EMMA Primary Market Disclosure Subscription Service

No change.

Submission Data:

No change

Offering Data:

No change

Issue Data: 

issue type; security type; issuer name; issue description; state; closing date; dated dates; remarketing/commercial paper identifiers; continuing disclosure status; obligated person; annual filing deadline for financial information

Security Data:

No change

Document Data:

No change

File Data:

No change

Limited Offering
Contact Data:

No change

No change


[1] The MSRB has filed these proposals in conjunction with today’s consideration by the SEC of potential amendments to Rule 15c2-12, on municipal securities disclosure, under the Securities Exchange Act of 1934 (the “Exchange Act”).  Comments on the proposals should be submitted to the SEC and should reference their respective file numbers.  See infra notes 2 and 3.
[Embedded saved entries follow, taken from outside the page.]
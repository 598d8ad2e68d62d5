//! Time courses against the outside world: closed forms of a passive membrane, an independent
//! general-purpose ODE solver on every bundled scenario, Hodgkin & Huxley's excitable membrane,
//! Goldman's voltage equation after bath changes and blocks, the closed forms of lagged inputs
//! and agents, conservation of mass under concentration tracking, the output-sample rule of
//! model.md, state identities across edits mid-run, and what a run that cannot proceed reports.
//!
//! Every scenario written out here is invented for these tests.

use std::path::Path;

mod common;
use common::ode;
use common::reference;
use common::tight;
use common::valid;
use permeant::analysis::rest_report;
use permeant::engine::{Budget, EngineError, Method, Model, Progress, Run, SolverSettings};
use permeant::physics::ghk_current_ua_per_cm2;
use permeant::scenario::{Event, Scenario, Start, Volume, from_str, read_file};

/// model.md "Accuracy": a trace agrees with a high-precision reference to 0.01 mV.
const ACCURACY_MV: f64 = 0.01;
/// model.md "Accuracy": a cell at rest without protocol stays flat to 1e-6 mV.
const FLAT_MV: f64 = 1e-6;
/// How close a run that has relaxed for many time constants must sit to its zero-current
/// potential: the default tolerances (rtol 1e-6 of ~70 mV) allow about 1e-4 mV.
const SETTLED_MV: f64 = 1e-4;
/// The same for a dimensionless lagged input near 1 (rtol 1e-6).
const SETTLED_FACTOR: f64 = 1e-6;
/// Agreement of two exact evaluations of one expression, up to rounding.
const ROUNDING: f64 = 1e-12;

/// Goldman's voltage equation (Goldman 1943, J. Gen. Physiol. 27:37; Hodgkin & Katz 1949,
/// J. Physiol. 108:37) for the scenario's monovalent species at their file values, as the
/// tests' own reference writes it (independent of the crate's root finder).
fn goldman_mv(s: &Scenario) -> f64 {
    let ions: Vec<reference::Ion> = s
        .species
        .iter()
        .map(|x| reference::Ion {
            charge: x.charge,
            inside_mm: x.inside_mm,
            outside_mm: x.outside_mm,
            p_cm_per_s: x.permeability_cm_per_s,
        })
        .collect();
    reference::ghk_voltage_mv(&ions, s.temperature_c)
}

fn scenario(text: &str) -> Scenario {
    from_str(text, "test scenario")
        .expect("test scenario reads")
        .into_inner()
}

fn run_to_end(s: &Scenario, settings: SolverSettings) -> Run {
    let mut r = Run::new(&valid(s), settings).expect("run starts");
    r.run_to_end().expect("run finishes");
    r
}

/// A passive cell: three species, no pump, no channels.
const PASSIVE: &str = r#"(
    format: 1,
    temperature_c: 36.0,
    cell: (diameter_um: 18.0, capacitance_uf_per_cm2: 1.1),
    species: [
        (name: "K+", charge: 1, inside_mm: 138.0, outside_mm: 4.5, permeability_cm_per_s: 4.0e-7),
        (name: "Na+", charge: 1, inside_mm: 13.0, outside_mm: 142.0, permeability_cm_per_s: 2.0e-8),
        (name: "Cl-", charge: -1, inside_mm: 9.0, outside_mm: 115.0, permeability_cm_per_s: 1.2e-7),
    ],
    protocol: [PROTOCOL],
    run: (duration_ms: DURATION, sample_ms: SAMPLE, start: START),
)"#;

fn passive(protocol: &str, duration_ms: f64, sample_ms: f64, start: &str) -> Scenario {
    scenario(
        &PASSIVE
            .replace("PROTOCOL", protocol)
            .replace("DURATION", &format!("{duration_ms:?}"))
            .replace("SAMPLE", &format!("{sample_ms:?}"))
            .replace("START", start),
    )
}

/// An excitable cell with the Hodgkin–Huxley 1952 gates on GHK channels, sized so that the
/// maximal conductances come near HH's (about 120 and 36 mS/cm²).
const EXCITABLE: &str = r#"(
    format: 1,
    temperature_c: TEMPERATURE,
    species: [
        (name: "K+", charge: 1, inside_mm: 135.0, outside_mm: 4.0, permeability_cm_per_s: 4.0e-7),
        (name: "Na+", charge: 1, inside_mm: 15.0, outside_mm: 140.0, permeability_cm_per_s: 1.5e-8),
        (name: "Cl-", charge: -1, inside_mm: 8.0, outside_mm: 110.0, permeability_cm_per_s: 1.5e-7),
    ],
    channels: [
        (label: "fast sodium", species: "Na+", max_permeability_cm_per_s: 2.0e-4,
         gates: [(kinetics: HhSodiumActivation, power: 3), (kinetics: HhSodiumInactivation, power: 1)]),
        (label: "delayed potassium", species: "K+", max_permeability_cm_per_s: 7.0e-5,
         gates: [(kinetics: HhPotassiumActivation, power: 4)]),
    ],
    protocol: [PROTOCOL],
    run: (duration_ms: DURATION, sample_ms: 0.02),
)"#;

fn excitable(temperature_c: f64, protocol: &str, duration_ms: f64) -> Scenario {
    scenario(
        &EXCITABLE
            .replace("TEMPERATURE", &format!("{temperature_c:?}"))
            .replace("PROTOCOL", protocol)
            .replace("DURATION", &format!("{duration_ms:?}")),
    )
}

fn pulse(amplitude: f64, from_ms: f64, width_ms: f64) -> String {
    format!(
        "Inject(amplitude_ua_per_cm2: {amplitude:?}, from_ms: {from_ms:?}, until_ms: {:?})",
        from_ms + width_ms
    )
}

/// Net passive GHK current of the scenario's species at `v_mv` with the file's values, µA/cm².
fn passive_current(s: &Scenario, v_mv: f64) -> f64 {
    s.species
        .iter()
        .map(|x| {
            ghk_current_ua_per_cm2(
                x.permeability_cm_per_s,
                x.charge,
                x.inside_mm,
                x.outside_mm,
                v_mv,
                s.temperature_c,
            )
        })
        .sum()
}

fn column<'a>(r: &'a Run, name: &str) -> &'a [f64] {
    let i = r
        .trace()
        .names
        .iter()
        .position(|n| n == name)
        .unwrap_or_else(|| panic!("no column {name}"));
    &r.trace().columns[i]
}

fn max(v: &[f64]) -> f64 {
    v.iter().copied().fold(f64::NEG_INFINITY, f64::max)
}

/// Upward crossings of 0 mV: overshooting action potentials.
fn overshoots(v: &[f64]) -> usize {
    v.windows(2).filter(|w| w[0] < 0.0 && w[1] >= 0.0).count()
}

// ---------------------------------------------------------------------------------------------
// Closed forms of a passive membrane
// ---------------------------------------------------------------------------------------------

#[test]
fn small_displacement_relaxes_with_c_over_slope_conductance() {
    // A passive membrane displaced slightly from rest relaxes exponentially with τ = C/g, g the
    // slope conductance dI/dV of the net current at rest (linearized RC membrane; common
    // practice). g is computed here by a central difference of the GHK currents themselves.
    let probe = passive("", 1.0, 1.0, "Rest");
    let rest_mv = goldman_mv(&probe);
    let dv = 1e-3;
    let g_ms_per_cm2 =
        (passive_current(&probe, rest_mv + dv) - passive_current(&probe, rest_mv - dv)) / (2.0 * dv);
    let tau_ms = probe.cell.capacitance_uf_per_cm2 / g_ms_per_cm2;
    assert!(
        tau_ms > 1.0 && tau_ms < 20.0,
        "τ = {tau_ms} ms is not a sensible test case"
    );

    let s = passive(
        "",
        6.0 * tau_ms,
        tau_ms / 100.0,
        &format!("Voltage({:?})", rest_mv + 1.0),
    );
    let r = run_to_end(&s, SolverSettings::default());
    let (t, v) = (&r.trace().t_ms, r.trace().v_mv());
    // Read the decay late (2τ..4τ), where the displacement is below 0.14 mV and the
    // second-order term of the current is well under 1 % of the first.
    let at = |k: usize| (t[k], v[k] - rest_mv);
    let (t1, d1) = at(200);
    let (t2, d2) = at(400);
    let tau_seen = (t2 - t1) / (d1 / d2).ln();
    println!("τ seen {tau_seen} ms, C/g {tau_ms} ms");
    assert!(
        (tau_seen / tau_ms - 1.0).abs() < 0.01,
        "τ seen {tau_seen} ms, C/g = {tau_ms} ms"
    );
    // First order: the displacement itself follows 1 mV · e^(−t/τ).
    for k in (0..v.len()).step_by(50) {
        let expected = (-t[k] / tau_ms).exp();
        assert!(
            (v[k] - rest_mv - expected).abs() < 0.02 * expected + 1e-5,
            "t = {} ms",
            t[k]
        );
    }
}

/// Composite Simpson rule over samples `f[a..=b]` spaced `h` apart (`b − a` even).
fn simpson(f: &[f64], a: usize, b: usize, h: f64) -> f64 {
    assert!((b - a).is_multiple_of(2));
    let mut s = f[a] + f[b];
    for (k, fk) in f.iter().enumerate().take(b).skip(a + 1) {
        s += if (k - a) % 2 == 1 { 4.0 } else { 2.0 } * fk;
    }
    s * h / 3.0
}

#[test]
fn charge_on_the_capacitor_balances_the_integrated_current() {
    // C·ΔV = ∫ (I_inject − I_membrane) dt: conservation of charge on the membrane capacitor
    // (common practice). The membrane current is computed from the GHK expression at each
    // sample, and the integral is split at the pulse edges, where dV/dt jumps.
    let amplitude = 1.5;
    let s = passive(&pulse(amplitude, 10.0, 20.0), 60.0, 0.01, "Rest");
    let r = run_to_end(&s, SolverSettings::default());
    let (t, v) = (&r.trace().t_ms, r.trace().v_mv());
    assert_eq!(t.len(), 6001);
    let membrane: Vec<f64> = v.iter().map(|&x| passive_current(&s, x)).collect();
    let integral = simpson(&membrane, 0, 1000, 0.01)
        + simpson(&membrane, 1000, 3000, 0.01)
        + simpson(&membrane, 3000, 6000, 0.01);
    let injected = amplitude * 20.0;
    let lhs = s.cell.capacitance_uf_per_cm2 * (v[6000] - v[0]);
    let rhs = injected - integral;
    println!("C·ΔV {lhs} nC/cm², ∫(I_inject − I_m) dt {rhs} nC/cm²");
    // The pulse moves about 20 nC/cm² onto the capacitor and most of it leaks away again.
    assert!(injected > 10.0);
    assert!((lhs - rhs).abs() < 1e-6 * injected, "C·ΔV = {lhs}, ∫I dt = {rhs}");
    // And halfway through the pulse, likewise.
    let lhs = s.cell.capacitance_uf_per_cm2 * (v[2000] - v[0]);
    let rhs = amplitude * 10.0 - simpson(&membrane, 0, 1000, 0.01) - simpson(&membrane, 1000, 2000, 0.01);
    assert!((lhs - rhs).abs() < 1e-6 * injected, "C·ΔV = {lhs}, ∫I dt = {rhs}");
}

// ---------------------------------------------------------------------------------------------
// An independent solver
// ---------------------------------------------------------------------------------------------

/// V at `times` from ode_solvers' DOP853 at tolerance 1e-11 (`common::ode`).
fn reference_v_mv(s: &Scenario, times: &[f64]) -> Vec<f64> {
    let model = Model::new(&valid(s));
    ode::reference_states(&model, times, 1e-11)
        .iter()
        .map(|y| y[0])
        .collect()
}

/// Largest |ΔV| between our run at default settings and the reference, and where.
fn worst_difference(s: &Scenario) -> (f64, f64, Run) {
    let r = run_to_end(s, SolverSettings::default());
    let t = &r.trace().t_ms;
    let reference = reference_v_mv(s, t);
    let (k, d) = r
        .trace()
        .v_mv()
        .iter()
        .zip(&reference)
        .map(|(a, b)| (a - b).abs())
        .enumerate()
        .fold((0, 0.0), |m, (k, d)| if d > m.1 { (k, d) } else { m });
    (d, t[k], r)
}

fn bundled() -> Vec<(String, Scenario)> {
    let dir = Path::new(env!("CARGO_MANIFEST_DIR")).join("scenarios");
    let mut files: Vec<_> = std::fs::read_dir(&dir)
        .expect("scenarios/ exists")
        .map(|e| e.unwrap().path())
        .filter(|p| p.extension().is_some_and(|x| x == "ron"))
        .collect();
    files.sort();
    files
        .into_iter()
        .map(|p| {
            let s = read_file(&p)
                .unwrap_or_else(|e| panic!("{}: {e}", p.display()))
                .into_inner();
            (p.file_name().unwrap().to_string_lossy().into_owned(), s)
        })
        .collect()
}

#[test]
fn every_bundled_scenario_agrees_with_an_independent_solver() {
    // model.md "Accuracy": within 0.01 mV of a high-precision reference at every output sample,
    // at default settings. Reference: ode_solvers' Dop853 at 1e-11.
    let all = bundled();
    assert!(!all.is_empty(), "no bundled scenarios found");
    for (name, s) in all {
        let (d, t, r) = worst_difference(&s);
        let st = r.stats();
        println!(
            "{name}: max |ΔV| = {d:.2e} mV at {t} ms; {} steps, {} rejected, {} evaluations, {} Jacobians",
            st.accepted, st.rejected, st.evaluations, st.jacobians
        );
        assert!(d <= ACCURACY_MV, "{name}: |ΔV| = {d} mV at t = {t} ms");
    }
}

#[test]
fn a_warm_excitable_cell_agrees_with_an_independent_solver_and_switches_to_the_stiff_method() {
    // At 25 °C the HH gates run φ = 3^1.87 ≈ 7.8 times faster than at 6.3 °C (q10 = 3,
    // Hodgkin & Huxley 1952), which makes the cell stiff between spikes. Same 0.01 mV
    // criterion and reference as above.
    let train =
        "InjectTrain(amplitude_ua_per_cm2: 100.0, width_ms: 0.5, period_ms: 50.0, count: 4, from_ms: 5.0)";
    let s = excitable(25.0, train, 200.0);
    let (d, t, auto) = worst_difference(&s);
    assert!(d <= ACCURACY_MV, "|ΔV| = {d} mV at t = {t} ms");
    assert_eq!(overshoots(auto.trace().v_mv()), 4, "each pulse should fire once");
    // The automatic choice spends far less than the explicit method held by stability.
    let explicit = run_to_end(
        &s,
        SolverSettings {
            method: Method::Explicit,
            ..Default::default()
        },
    );
    let (a, e) = (auto.stats(), explicit.stats());
    println!("25 °C: auto {a:?}, explicit {e:?}");
    assert!(a.jacobians > 0, "the stiff method was never used");
    assert!(2 * a.evaluations < e.evaluations, "auto {a:?} vs explicit {e:?}");
}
[4] Obligated persons would be permitted to submit primary market documents through the EMMA primary market disclosure service only if designated as an agent by the issuer.

[5] The MSRB believes that posting of such pre-sale documents without the related disclosure information provided in a preliminary official statement would be inconsistent with the core disclosure purposes of EMMA.

[6] The MSRB previously published a notice seeking comment on whether underwriters for new issues should be required to submit such information to the MSRB.  See MSRB Notice 2008-05 (January 31, 2008).  The notice, the comments received and the MSRB’s responses are described in File No. SR-MSRB-2009-09.

[7] For example, EMMA would not accept a submission of information stating that the annual financial information will be provided within a particular number of days after the end of the fiscal year since investors and other market participants may not have ready access to information about the issuer or obligated person’s fiscal year.

[8] Contact information for issuers and obligated persons provided by underwriters would be used by the MSRB solely for purposes of inviting such issuers and obligated persons to establish submission accounts with the MSRB and will not be displayed on the EMMA web portal and will not be included in the primary market disclosure subscription service.

[9] The GFOA-CAFR Certificate is widely viewed as indicative of positive achievement in financial reporting by state and local governments.  The MSRB would consider adding in the future additional voluntary disclosures of other widely accepted, merit-based and independently bestowed distinctions with respect to financial or other disclosures by issuers or obligated persons.

[10] Under the Exchange Act, smaller public reporting companies, as non-accelerated filers, generally are required to file their annual reports on Form 10-K with the SEC within 90 days after the end of their fiscal year.  The longer 120-day period included in the proposal’s voluntary annual filing undertaking is designed to accommodate additional steps that state and local governments often must take – under state law, pursuant to their own requirements, or otherwise – in completing the work necessary to prepare their annual financial information as contemplated under Exchange Act Rule 15c2-12. 

[11] Underlining indicates additions and strikethrough indicates deletions.